__Requirement__. In the data that follows, find the line with "Share price at"; transcribe it, every later line up to the one with "Years from the", and that line as well, exactly and with no others.

__Data for processing__.
"""Binomial lattice for employee share options.

The lattice values a call that cannot be exercised before its vesting date,
whose holder may leave employment (forfeiting before vesting, exercising if in
the money after it) and may exercise voluntarily once the share price reaches
a multiple of the strike (Hull and White, 2004, "How to value employee stock
options", Financial Analysts Journal 60(1)).

Numerical method (all vectorised over a batch of options):

- exercise when optimal: a recombining binomial tree in log price with
  risk-neutral probabilities (the equal-jump "Jarrow-Rudd risk-neutral" tree),
  whose nodes drift from layer to layer relative to the exercise boundary;
- exercise at a multiple ``M``: a trinomial lattice on fixed log-price levels,
  shifted (by under half a level) so that the barrier ``M K`` is a level.  A
  walk that moves one level a step cannot jump over it, so the barrier is hit
  exactly and the error falls as 1/n.  Probabilities make the discounted share
  price a martingale and stay in [0, 1] for any drift;
- both lattices run from the vesting date to expiry; the vesting-date layer
  covers +-6 standard deviations of the vesting-date share price, and the
  grant-date value is its expectation integrated in closed form against the
  lognormal law (the exercise kink located exactly).  With no vesting period
  the grant date is the centre level (optimal exercise) or, with a barrier,
  the values are interpolated at the share price after subtracting the
  closed-form up-and-out call as a guide;
- a leaver's exercise value ``max(S - K, 0)`` is averaged over each node's
  cell in log price, so that the strike falling between levels does not make
  the value swing with the step count;
- the layer before expiry uses the Black-Scholes-Merton value over the time
  left (Broadie and Detemple, 1996, "American option valuation", Review of
  Financial Studies 9(4): the "BBS" smoothing);
- the result is Richardson-extrapolated from ``steps`` and ``steps // 2``
  ("BBSR" in Broadie and Detemple) and kept within the bounds the true value
  obeys (zero or the intrinsic value, and the share price).

Inputs with ``volatility * sqrt(term)`` above :data:`MAX_TOTAL_VOLATILITY` are
refused; ``steps`` runs from :data:`MIN_STEPS` to :data:`MAX_STEPS`.
"""

from __future__ import annotations

import numpy as np

from grantval.errors import InputError
from grantval.pricing._inputs import FINITE, NAN_ALLOWED, NON_NEGATIVE, POSITIVE, finish, prepare
from grantval.pricing._lattice_binomial import optimal_tree
from grantval.pricing._lattice_layers import NARROW
from grantval.pricing._lattice_tree import barrier_tree
from grantval.pricing.bsm import _bsm
from grantval.workers import ordered_map

#: total time steps used when ``steps`` is None; with Richardson extrapolation
#: this meets the accuracy documented in DEVELOPERS.md (see tests/pricing/test_lattice*.py).
DEFAULT_STEPS = 256
#: vesting periods shorter than this (years, about 0.4 day) are valued as no vesting period
MIN_VESTING = 1e-3
#: smallest accepted explicit ``steps`` (the extrapolation needs steps // 2 >= 2)
MIN_STEPS = 4
#: largest accepted explicit ``steps`` (work grows as steps squared)
MAX_STEPS = 20_000
#: largest accepted ``volatility * sqrt(term)``: beyond it the share-price
#: range the lattice must span (about +-6 of these standard deviations around
#: a mean that drifts by ``volatility**2 * term / 2``) overflows floating point
MAX_TOTAL_VOLATILITY = 8.0
#: largest log-price move of one step of the coarser lattice; options whose
#: ``volatility * sqrt(step)`` would exceed it get more steps
MAX_LOG_STEP = 0.3
#: options valued per block, to keep the working arrays in cache
_BLOCK = 512


def _post_steps(t, v, sigma, steps):
    """Post-vesting steps of the finer lattice: even, in proportion to the post-vesting life.

    At least enough that the coarser lattice (half the steps) moves the log
    price by no more than :data:`MAX_LOG_STEP` a step.
    """
    share = 2 * np.maximum(1, np.rint(steps * (t - v) / (2 * t)))
    need = 2 * np.ceil(sigma**2 * (t - v) / MAX_LOG_STEP**2)
    return np.maximum(share, 2 * np.ceil(need / 2)).astype(np.int64)


def _tree(s, k, t, r, sigma, q, v, barrier, optimal, lam, n_post, narrow):
    """Values on one lattice: binomial where exercise is optimal, trinomial with a barrier."""
    out = np.empty_like(s)
    if np.any(optimal):
        o = optimal
        out[o] = optimal_tree(s[o], k[o], t[o], r[o], sigma[o], q[o], v[o], lam[o], n_post[o], narrow[o])
    if not np.all(optimal):
        b = ~optimal
        out[b] = barrier_tree(s[b], k[b], t[b], r[b], sigma[b], q[b], v[b], barrier[b], optimal[b], lam[b],
                              n_post[b])
    return out


def _lattice(s, k, t, r, sigma, q, v, mult, lam, lam_pre, steps):
    """Employee option lattice on 1-D float arrays (no checks); see :func:`lattice_value`."""
    out = np.empty_like(s)
    optimal = np.isnan(mult)
    barrier = np.where(optimal, np.inf, mult * k)
    # no exercise window, or one too short for a lattice step (the value is then
    # the European one to far below a cent per share)
    life = t - v
    european = (v >= t) | ((sigma * np.sqrt(life) < 1e-7) & ((np.abs(r) + q + lam) * life < 1e-7))
    if np.any(european):
        e = european
        out[e] = _bsm(s[e], k[e], t[e], r[e], sigma[e], q[e], True) * np.exp(-lam_pre[e] * v[e])
    at_once = ~european & (v == 0) & (s >= barrier)  # exercised at the grant date
    out[at_once] = s[at_once] - k[at_once]
    rows = np.flatnonzero(~european & ~at_once)
    if rows.size:
        n_post = _post_steps(t[rows], v[rows], sigma[rows], steps)
        # group options of similar lattice size so that a block wastes little work
        rows = rows[np.argsort(n_post + np.sqrt(v[rows] / t[rows]) * steps, kind="stable")]
        n_post = _post_steps(t[rows], v[rows], sigma[rows], steps)

        def tree(job):
            start, divisor = job  # a block of options, on the finer (1) or the coarser (2) lattice
            idx = rows[start : start + _BLOCK]
            n = n_post[start : start + _BLOCK]
            args = (s[idx], k[idx], t[idx], r[idx], sigma[idx], q[idx], v[idx],
                    barrier[idx], optimal[idx], lam[idx])
            # a vesting-date law narrower than the finer lattice's nodes: a parabola on both binomial lattices
            # (the trinomial lattice of a barrier keeps linear pieces: its centre is moved onto the barrier)
            narrow = (v[idx] > 0) & (np.sqrt(v[idx]) < NARROW * np.sqrt((t[idx] - v[idx]) / n))
            return _tree(*args, n // divisor, narrow)

        # the lattices are independent: valued in worker processes where that pays (the same values),
        # the finer ones (about three quarters of the work) first so that the workers finish together
        starts = range(0, rows.size, _BLOCK)
        jobs = [(start, 1) for start in starts] + [(start, 2) for start in starts]
        fine = {}
        for (start, divisor), values in zip(jobs, ordered_map(tree, jobs)):
            if divisor == 1:
                fine[start] = values
                continue
            idx = rows[start : start + _BLOCK]
            out[idx] = (2.0 * fine.pop(start) - values) * np.exp(-lam_pre[idx] * v[idx])
    # the extrapolation can step outside the bounds the true value obeys
    low = np.where((v == 0) & (optimal | at_once), np.maximum(s - k, 0.0), 0.0)
    return np.clip(out, low, s)


def _check_steps(steps):
    """Return ``steps`` as an int, or raise :class:`InputError`."""
    try:
        ok = int(steps) == steps and MIN_STEPS <= steps <= MAX_STEPS
    except (TypeError, ValueError, OverflowError):
        ok = False
    if not ok:
        raise InputError(f"steps must be a whole number from {MIN_STEPS} to {MAX_STEPS}; got {steps!r}")
    return int(steps)


def lattice_value(
    share_price,
    strike,
    term,
    rate,
    volatility,
    dividend_yield=0.0,
    *,
    vesting=0.0,
    exercise_multiple=None,
    exit_rate=0.0,
    pre_vest_exit_rate=0.0,
    steps=None,
):
    """Value of an employee call option on a binomial lattice.

    Parameters
    ----------
    share_price : array_like
        Share price at the grant date, currency per share, > 0.
    strike : array_like
        Exercise price, currency per share, > 0.
    term : array_like
        Contractual term in years (grant date to expiration), >= 0.
    rate : array_like
        Risk-free rate, continuously compounded decimal per year.
    volatility : array_like
        Volatility, decimal per square-root year, > 0.
    dividend_yield : array_like, optional
        Continuous dividend yield, decimal per year, >= 0.
    vesting : array_like, optional
        Years from the grant date until the option may first be exercised,
        between 0 and ``term``.  No exercise happens before it.
    exercise_multiple : None or array_like, optional
        Suboptimal exercise factor: after vesting the holder exercises as soon
        as the share price reaches ``exercise_multiple * strike`` (>= 1).
        None (or NaN elements of an array) means the holder exercises only
        when it is optimal, as for an American option.
    exit_rate : array_like, optional
        Rate per year at which vested holders leave employment (Poisson
        intensity, >= 0).  A leaver exercises if in the money; otherwise the
        option lapses.
    pre_vest_exit_rate : array_like, optional
        Rate per year of departures before vesting, which forfeit the option.
        Keep 0 for ASC 718 / IFRS 2 grant-date fair values: service-condition
        forfeitures belong in expense attribution, not in the fair value.
    steps : int, optional
        Total number of time steps of the finer of the two lattices that are
        extrapolated, from :data:`MIN_STEPS` to :data:`MAX_STEPS`.  Default
        :data:`DEFAULT_STEPS`.  Options with a large ``volatility**2 * term``
        get more steps, so that no step moves the log price by more than
        :data:`MAX_LOG_STEP` on the coarser lattice.

    Returns
    -------
    float or ndarray
        Value per option, currency per option; a float when every input is a
        scalar.  Always finite, between zero (the intrinsic value
        ``max(S - K, 0)`` when there is no vesting period and exercise is
        optimal or immediate) and the share price.

    Raises
    ------
    InputError
        (a :class:`ValueError`) naming the first invalid argument; also when
        ``volatility * sqrt(term)`` exceeds :data:`MAX_TOTAL_VOLATILITY`.
    """
    (s, k, t, r, sigma, q, v, mult, lam, lam_pre), scalar = prepare(
        share_price=(share_price, (POSITIVE,)),
        strike=(strike, (POSITIVE,)),
        term=(term, (NON_NEGATIVE,)),
        rate=(rate, (FINITE,)),
        volatility=(volatility, (POSITIVE,)),
        dividend_yield=(dividend_yield, (NON_NEGATIVE,)),
        vesting=(vesting, (NON_NEGATIVE,)),
        exercise_multiple=(
            np.nan if exercise_multiple is None else exercise_multiple,
            (NAN_ALLOWED, (lambda a: a >= 1, "at least 1 (or None)")),
        ),
        exit_rate=(exit_rate, (NON_NEGATIVE,)),
        pre_vest_exit_rate=(pre_vest_exit_rate, (NON_NEGATIVE,)),
    )
    if np.any(v > t):
        bad = np.ravel(v[v > t])[0]
        raise InputError(f"vesting must not exceed term; got vesting {float(bad)!r} beyond the term")
    total_vol = sigma * np.sqrt(t)
    if np.any(total_vol > MAX_TOTAL_VOLATILITY):
        bad = np.flatnonzero(np.ravel(total_vol > MAX_TOTAL_VOLATILITY))[0]
        raise InputError(
            f"volatility * sqrt(term) must be at most {MAX_TOTAL_VOLATILITY} for the lattice (the share-price "
            f"range it must span would overflow); got volatility {float(np.ravel(sigma)[bad])!r} "
            f"with term {float(np.ravel(t)[bad])!r}"
        )
    # a vesting period shorter than MIN_VESTING (well under a day: ledger dates give 0 or at least one
    # day) is valued as none; the vesting-date integral is not reliable for a near-zero spread
    v = np.where(v < MIN_VESTING, 0.0, v)
    n = DEFAULT_STEPS if steps is None else _check_steps(steps)
    shape = s.shape
    flat = [np.ravel(a) for a in (s, k, t, r, sigma, q, v, mult, lam, lam_pre)]
    return finish(_lattice(*flat, n).reshape(shape), scalar)
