"""Planted sums of local terms: frustrated loops plus small frustrated patches.

Every term is a small Ising problem on a few edges of the graph, written in the
planted gauge (planted state all +1), that has the all +1 state among its own
ground states.  Its minimum is therefore its value at all +1, and for the sum

    E(s) = sum_t E_t(s) >= sum_t min E_t = sum_t E_t(+1) = E(planted)

for every state s: the planted state is a ground state and the planted energy
is a proof, whatever terms are added, removed or moved.  Two kinds of term:

* **loops** (:class:`~instgen.planted.loops.Loop`): a simple cycle with one
  antiferromagnetic edge, minimum -w (L - 2) (Hen et al., PRA 92, 042325 (2015));
* **patches** (:class:`Patch`): couplings on the edges among at most
  :data:`MAX_PATCH_SPINS` spins, drawn at random and then gauged by one of
  their own ground states, so all +1 is a ground state of the patch; the
  proof is an enumeration of the patch's 2^k states.  A patch lies on a
  *site* (:mod:`instgen.planted.sites`): a Chimera unit ``cell``, a lattice
  ``tile`` (plaquette or unit cube, as in Perera et al. 2020 / Hamze et al.
  2018), a small ``clique``, or a ``ball`` of the spins nearest a centre.

A cap R on the accumulated |J| of every edge (the coupling range) makes the
construction range-limited (King et al., arXiv:1502.02098): a term that would
push an edge past R is not added.

>>> inst = plant_terms("chimera:2", density=0.3, seed=1, kinds={"loop": 1, "cell": 1}, cap=3)
>>> verify(inst)["bound"] == inst.energy(inst.planted)
True
"""

from __future__ import annotations

import dataclasses
import functools

import numpy as np

from ..errors import CertificationError, FormatError, InputError, ResourceError
from ..couplings import MAX_MAGNITUDE
from ..seeds import as_generator
from . import PlantedFamily, construction_of, planted_gauge_couplings
from .loops import MAX_LOOPS, Loop, LoopGraph, TermArrays, check_loop, fit_loop, fits, random_loop
from .sites import SHAPES, Sites, applicable_shapes, check_shapes
from .tiles import ground_state_ok

#: Largest patch, in spins (its proof enumerates 2^k states).
MAX_PATCH_SPINS = 16
KINDS = ("loop",) + SHAPES
_TOL = 1e-9


@dataclasses.dataclass(frozen=True, eq=False)
class Patch(TermArrays):
    """A small frustrated term in the planted gauge.

    ``edges`` are edge indices of the graph, ``values`` their couplings with
    all +1 among the patch's ground states; ``spins`` are the spins the edges
    touch, ``shape`` names the kind of site it lies on.

    >>> p = Patch("tile", (0, 1, 2, 3), (0, 1, 2, 3), (1.0, -1.0, -1.0, -1.0))
    >>> p.bound, p.values().tolist()
    (-2.0, [1.0, -1.0, -1.0, -1.0])
    """

    shape: str
    spins: tuple
    edges: tuple
    vals: tuple

    def __post_init__(self):
        object.__setattr__(self, "spins", tuple(int(x) for x in self.spins))
        object.__setattr__(self, "edges", tuple(int(x) for x in self.edges))
        object.__setattr__(self, "vals", tuple(float(x) for x in self.vals))

    @property
    def bound(self) -> float:
        """The patch's ground-state energy: its energy at all +1."""
        return float(sum(self.vals))

    def _couplings(self):
        return self.vals

    def to_list(self) -> list:
        """``[shape, spins, edges, values]``, JSON-friendly."""
        return [self.shape, list(self.spins), list(self.edges), list(self.vals)]

    @classmethod
    def from_list(cls, item) -> Patch:
        try:
            shape, spins, edges, vals = item
            if shape not in SHAPES or len(edges) != len(vals):
                raise ValueError
            return cls(shape, spins, edges, vals)
        except (TypeError, ValueError):
            raise FormatError(f"a patch must be [shape, spins, edges, values] with a shape in {SHAPES}, "
                              f"got {str(item)[:80]}") from None


# -------------------------------------------------------------------- patches
@functools.lru_cache(maxsize=32)
def patch_states(k: int) -> np.ndarray:
    """All 2^(k-1) states of k spins with spin 0 fixed to +1 (a global flip costs nothing); row 0 is all +1."""
    idx = np.arange(1 << (k - 1))[:, None]
    rest = 1 - 2 * ((idx >> np.arange(k - 1)) & 1)
    return np.concatenate([np.ones((idx.shape[0], 1), dtype=np.int64), rest], axis=1).astype(np.int8)


def local_pairs(spins, edges, topology_edges) -> np.ndarray:
    """(E, 2) positions in ``spins`` of the two ends of each edge."""
    pos = {v: k for k, v in enumerate(spins)}
    ends = np.asarray(topology_edges)[list(edges)]
    try:
        return np.array([[pos[int(a)], pos[int(b)]] for a, b in ends], dtype=np.int64).reshape(-1, 2)
    except KeyError:
        raise InputError("a patch edge has an end outside the patch's spins") from None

__Response area__.
        Share price at the grant date, currency per share, > 0.
    strike : array_like
        Exercise price, currency per share, > 0.
    term : array_like
        Contractual term in years (grant date to expiration), >= 0.
    rate : array_like
        Risk-free rate, continuously compounded decimal per year.
    volatility : array_like
        Volatility, decimal per square-root year, > 0.
    dividend_yield : array_like, optional
        Continuous dividend yield, decimal per year, >= 0.
    vesting : array_like, optional
        Years from the grant date until the option may first be exercised,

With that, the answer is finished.